EXERCISE DETAILS: Give the data again in full, with every character unchanged.

#####

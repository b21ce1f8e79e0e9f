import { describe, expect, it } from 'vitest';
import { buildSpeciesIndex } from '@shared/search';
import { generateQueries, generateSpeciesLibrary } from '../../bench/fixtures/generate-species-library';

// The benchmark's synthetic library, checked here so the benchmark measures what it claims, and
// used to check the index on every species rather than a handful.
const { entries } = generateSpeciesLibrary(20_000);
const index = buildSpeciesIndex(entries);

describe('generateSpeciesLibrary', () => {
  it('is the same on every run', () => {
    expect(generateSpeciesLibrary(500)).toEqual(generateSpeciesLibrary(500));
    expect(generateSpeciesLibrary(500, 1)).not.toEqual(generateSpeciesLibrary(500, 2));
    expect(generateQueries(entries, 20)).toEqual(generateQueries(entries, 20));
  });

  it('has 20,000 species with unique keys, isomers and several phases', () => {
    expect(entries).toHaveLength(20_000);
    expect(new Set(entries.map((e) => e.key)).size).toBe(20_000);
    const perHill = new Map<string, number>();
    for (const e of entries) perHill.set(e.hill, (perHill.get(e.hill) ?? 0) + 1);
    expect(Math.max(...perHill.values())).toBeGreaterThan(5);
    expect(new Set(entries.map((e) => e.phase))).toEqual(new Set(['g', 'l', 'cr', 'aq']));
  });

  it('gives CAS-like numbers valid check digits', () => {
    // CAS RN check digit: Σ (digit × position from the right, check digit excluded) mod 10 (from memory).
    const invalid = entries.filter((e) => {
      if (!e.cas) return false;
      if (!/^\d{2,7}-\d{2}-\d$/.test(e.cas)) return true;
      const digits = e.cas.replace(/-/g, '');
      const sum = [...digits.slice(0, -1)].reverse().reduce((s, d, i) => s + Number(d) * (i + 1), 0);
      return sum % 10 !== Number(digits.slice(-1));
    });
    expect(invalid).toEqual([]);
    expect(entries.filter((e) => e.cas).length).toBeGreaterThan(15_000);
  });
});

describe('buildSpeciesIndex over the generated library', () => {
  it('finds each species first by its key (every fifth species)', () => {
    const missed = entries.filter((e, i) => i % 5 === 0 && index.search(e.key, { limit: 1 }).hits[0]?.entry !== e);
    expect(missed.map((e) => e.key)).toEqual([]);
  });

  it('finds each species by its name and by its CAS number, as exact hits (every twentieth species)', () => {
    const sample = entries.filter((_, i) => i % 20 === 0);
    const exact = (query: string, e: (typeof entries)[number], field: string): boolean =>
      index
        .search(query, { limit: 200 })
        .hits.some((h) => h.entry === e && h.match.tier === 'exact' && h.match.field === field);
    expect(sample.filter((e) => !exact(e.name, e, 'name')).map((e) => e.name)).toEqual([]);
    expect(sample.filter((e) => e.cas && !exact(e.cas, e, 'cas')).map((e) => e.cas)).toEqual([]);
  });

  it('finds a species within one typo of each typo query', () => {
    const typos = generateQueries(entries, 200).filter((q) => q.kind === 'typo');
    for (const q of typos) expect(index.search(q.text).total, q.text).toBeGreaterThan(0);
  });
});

#####

RESPONSE AREA:
repository b21ce1f8e79e0e9f
import { describe, expect, it } from 'vitest';
import { buildSpeciesIndex } from '@shared/search';
import { generateQueries, generateSpeciesLibrary } from '../../bench/fixtures/generate-species-library';

// The benchmark's synthetic library, checked here so the benchmark measures what it claims, and
// used to check the index on every species rather than a handful.
const { entries } = generateSpeciesLibrary(20_000);
const index = buildSpeciesIndex(entries);

describe('generateSpeciesLibrary', () => {
  it('is the same on every run', () => {
    expect(generateSpeciesLibrary(500)).toEqual(generateSpeciesLibrary(500));
    expect(generateSpeciesLibrary(500, 1)).not.toEqual(generateSpeciesLibrary(500, 2));
    expect(generateQueries(entries, 20)).toEqual(generateQueries(entries, 20));
  });

  it('has 20,000 species with unique keys, isomers and several phases', () => {
    expect(entries).toHaveLength(20_000);
    expect(new Set(entries.map((e) => e.key)).size).toBe(20_000);
    const perHill = new Map<string, number>();
    for (const e of entries) perHill.set(e.hill, (perHill.get(e.hill) ?? 0) + 1);
    expect(Math.max(...perHill.values())).toBeGreaterThan(5);
    expect(new Set(entries.map((e) => e.phase))).toEqual(new Set(['g', 'l', 'cr', 'aq']));
  });

  it('gives CAS-like numbers valid check digits', () => {
    // CAS RN check digit: Σ (digit × position from the right, check digit excluded) mod 10 (from memory).
    const invalid = entries.filter((e) => {
      if (!e.cas) return false;
      if (!/^\d{2,7}-\d{2}-\d$/.test(e.cas)) return true;
      const digits = e.cas.replace(/-/g, '');
      const sum = [...digits.slice(0, -1)].reverse().reduce((s, d, i) => s + Number(d) * (i + 1), 0);
      return sum % 10 !== Number(digits.slice(-1));
    });
    expect(invalid).toEqual([]);
    expect(entries.filter((e) => e.cas).length).toBeGreaterThan(15_000);
  });
});

describe('buildSpeciesIndex over the generated library', () => {
  it('finds each species first by its key (every fifth species)', () => {
    const missed = entries.filter((e, i) => i % 5 === 0 && index.search(e.key, { limit: 1 }).hits[0]?.entry !== e);
    expect(missed.map((e) => e.key)).toEqual([]);
  });

  it('finds each species by its name and by its CAS number, as exact hits (every twentieth species)', () => {
    const sample = entries.filter((_, i) => i % 20 === 0);
    const exact = (query: string, e: (typeof entries)[number], field: string): boolean =>
      index
        .search(query, { limit: 200 })
        .hits.some((h) => h.entry === e && h.match.tier === 'exact' && h.match.field === field);
    expect(sample.filter((e) => !exact(e.name, e, 'name')).map((e) => e.name)).toEqual([]);
    expect(sample.filter((e) => e.cas && !exact(e.cas, e, 'cas')).map((e) => e.cas)).toEqual([]);
  });

  it('finds a species within one typo of each typo query', () => {
    const typos = generateQueries(entries, 200).filter((q) => q.kind === 'typo');
    for (const q of typos) expect(index.search(q.text).total, q.text).toBeGreaterThan(0);
  });
});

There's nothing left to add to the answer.